The Kerslake Commission (2023). The Kerslake Commission 2023: Turning the Tide on Rising Homelessness and Rough Sleeping'. Av
Walker, R. & Chase, E. (2013). Separating the sheep from the goats: Tackling poverty in Britain over four centuries. In Gubrium, E., Pelissery, S. and Lodemel, I. (eds) The Shame of It: Global Perspectives on Anti-Poverty Policies. Bristol: Policy Press, pp 133–56.
Noughty politics
Kayleigh Laughlin, MSc student at The Open University, unravels the impact of crime statistics on millennials.
'The most reliable crime statistics – those crimes actually recorded by the police – show that crime in England and Wales has risen by almost 850,000 in the last five years. While burglary and car crime have fallen gun crime has doubled; robbery has gone up by more than half; and most damning of all, violent crime has increased by 83 per cent. Last year it hit the one million mark for the first time ever. That is 3,000 violent crimes every day – and more than a hundred violent crimes every hour.' – Conservative Leader Michael Howard's speech, Middlesborough, 2004
Provocative? Yes. Frightening? Also, yes. True? Not quite. With statistics such as these, would it be any wonder that millennials – coming of age in 2004, and often accused of having a fear of everything – may have developed a chronic fear of crime?
Of course, fear of crime is not exclusive to this generation: each has had its own tailor-made sense of victimhood shaped by the political landscape of the time. But whilst Michael Howard's use of figures is certainly convincing, the reality was that crime was on a downward trajectory, having fallen consistently since 1995.
The British Crime Survey of 2004/05 stated that violent crime had decreased by 11 per cent compared with the previous year and yes, whilst it might be true that the recorded violent crime saw a 7 per cent increase, this figure is not a reliable one. It is widely accepted that the British Crime Survey (now the Crime Survey for England and Wales) is a more reliable representation of violent crime due to the inconsistent and discretionary nature of police recording.
Coupled with the introduction of the National Crime Recording Standards in 2002, how reliable was the 'most reliable' information provided by the leader of the opposition and former Home Secretary? It is of little doubt that such an inflammatory review of the state of crime in Britain helped fuel the fire of Penal Populism synonymous with New Labour, and curated a demand for punitive responses from the British public. This reinforced the belief that if New Labour's rallying cry is to be 'tough on crime', then even Howard must be right.
In a moment of bipartisan alignment, in the same year as Howard's speech, newly appointed Home Secretary David Blunkett played his hand by launching the Prolific and Priority Offenders Strategy and declaring that 'a hard core of just 5,000 offenders commit one million crimes each year' putting local communities in peril.

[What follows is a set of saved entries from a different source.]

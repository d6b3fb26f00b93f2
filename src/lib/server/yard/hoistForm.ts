import { randomUUID } from 'node:crypto';
import { z } from 'zod';
import { hoistSchema, type Hoist, type LaunchSlots } from '../../api/yard/hoists';
import { WEEKDAYS } from '../../api/yard/week';
import { yardSettingsSchema, SLIP_UNITS } from '../../api/yard/settings';
import { readTimeOfDay } from '../../time/timeOfDay';
import type { SpeedUnit } from '../../units/speed';
import type { Yard } from '../db/schema';
import { readFields, typedNumber } from '../http/form';
import { rowsOf, type SettingsReading } from './settingsForm';
import { typedGust } from './windForm';

/** Times typed in a row: "09:00, 13:30"; null where one of them is none. */
function readTimes(typed: string): string[] | null {
	const times = typed
		.split(/[\s,;]+/)
		.filter((it) => it !== '')
		.map(readTimeOfDay);
	return times.length === 0 || times.includes(null)
		? null
		: times.filter((it) => it !== null).sort();
}

const TIMES_WANTED = 'Type times like 09:00, 13:30.';

function readWeekly(form: FormData, errors: Record<string, string>): LaunchSlots[] {
	return rowsOf(form, 'weekly', ['times']).flatMap(({ index, row }): LaunchSlots[] => {
		const days = WEEKDAYS.filter((day) => form.has(`weekly-${index}-day${day}`));
		const times = readTimes(row.times);
		if (times === null) errors[`weekly-${index}-times`] = TIMES_WANTED;
		else if (days.length === 0) errors[`weekly-${index}-times`] = 'Tick the days it lifts on.';
		else return [{ days, times, tide: false }];
		return [];
	});
}

function readDated(form: FormData, errors: Record<string, string>): LaunchSlots[] {
	return rowsOf(form, 'dated', ['date', 'times']).flatMap(({ index, row }): LaunchSlots[] => {
		const date = z.iso.date().safeParse(row.date);
		const times = readTimes(row.times);
		if (!date.success)
			errors[`dated-${index}-date`] = 'Type the date as year-month-day, like 2026-05-25.';
		if (times === null) errors[`dated-${index}-times`] = TIMES_WANTED;
		if (!date.success || times === null) return [];
		return [{ date: date.data, times, tide: form.has(`dated-${index}-tide`) }];
	});
}

/** A hoist of a form in place of the one it names, or as a new one; `remove` of "hoist" takes it away. */
export function readHoist(form: FormData, yard: Yard, unit: SpeedUnit): SettingsReading {
	const given = String(form.get('hoist') ?? '');
	const before = yard.hoists.find(({ id }) => id === given);
	const others = yard.hoists.filter(({ id }) => id !== given);
	if (form.get('remove') === 'hoist') return { patch: { hoists: others } };
	const errors: Record<string, string> = {};
	const gustTyped = String(form.get('gust') ?? '').trim();
	const gust =
		gustTyped === '' ? { data: null } : typedGust(unit, before?.gust ?? null).safeParse(gustTyped);
	if ('error' in gust && gust.error) errors.gust = gust.error.issues[0].message;
	const name = hoistSchema.shape.name.safeParse(form.get('name'));
	if (!name.success) errors.name = name.error.issues[0].message;
	const slots = [...readWeekly(form, errors), ...readDated(form, errors)];
	if (Object.keys(errors).length > 0 || !name.success) return { errors };
	const hoist: Hoist = {
		id: before?.id ?? randomUUID(),
		name: name.data,
		gust: gust.data ?? null,
		slots
	};
	return {
		patch: {
			hoists:
				before === undefined
					? [...others, hoist]
					: yard.hoists.map((it) => (it === before ? hoist : it))
		}
	};
}

const { currency } = yardSettingsSchema.shape;
const moneyForm = z.object({
	dayRate: z.string().trim(),
	currency: z.string().trim().toUpperCase().pipe(currency),
	slipFreeDays: typedNumber(0, 60, 'Type whole days, from 0 to 60.').pipe(
		z.int('Type whole days, from 0 to 60.')
	),
	slipPer: z.enum(SLIP_UNITS)
});
const rate = typedNumber(0, 1_000_000, 'Type money a day, like 34.50, or leave it empty.');

/** What a day ashore costs and how a slip is billed. */
export function readMoney(form: FormData): SettingsReading {
	const { data, trouble } = readFields(form, moneyForm);
	if (trouble !== null) return { errors: trouble.errors };
	if (data.dayRate === '') return { patch: { ...data, dayRate: null } };
	const dayRate = rate.safeParse(data.dayRate);
	if (!dayRate.success) return { errors: { dayRate: dayRate.error.issues[0].message } };
	return { patch: { ...data, dayRate: dayRate.data } };
}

This new punitiveness painted a picture of hooded youths and binge drinkers occupying spaces where young millennials walk to school and spend their Saturdays. Since then, Millennials have lived in a perpetual cycle of political warfare; the war on terror, the war on drugs, the war on gangs, fuelled by politicians' fetish for big numbers. Arguably, the psychological result has been a generation of over-cautious, suspicious, sceptical, and anxious 30-somethings, apprehensive for the next criminal epidemic.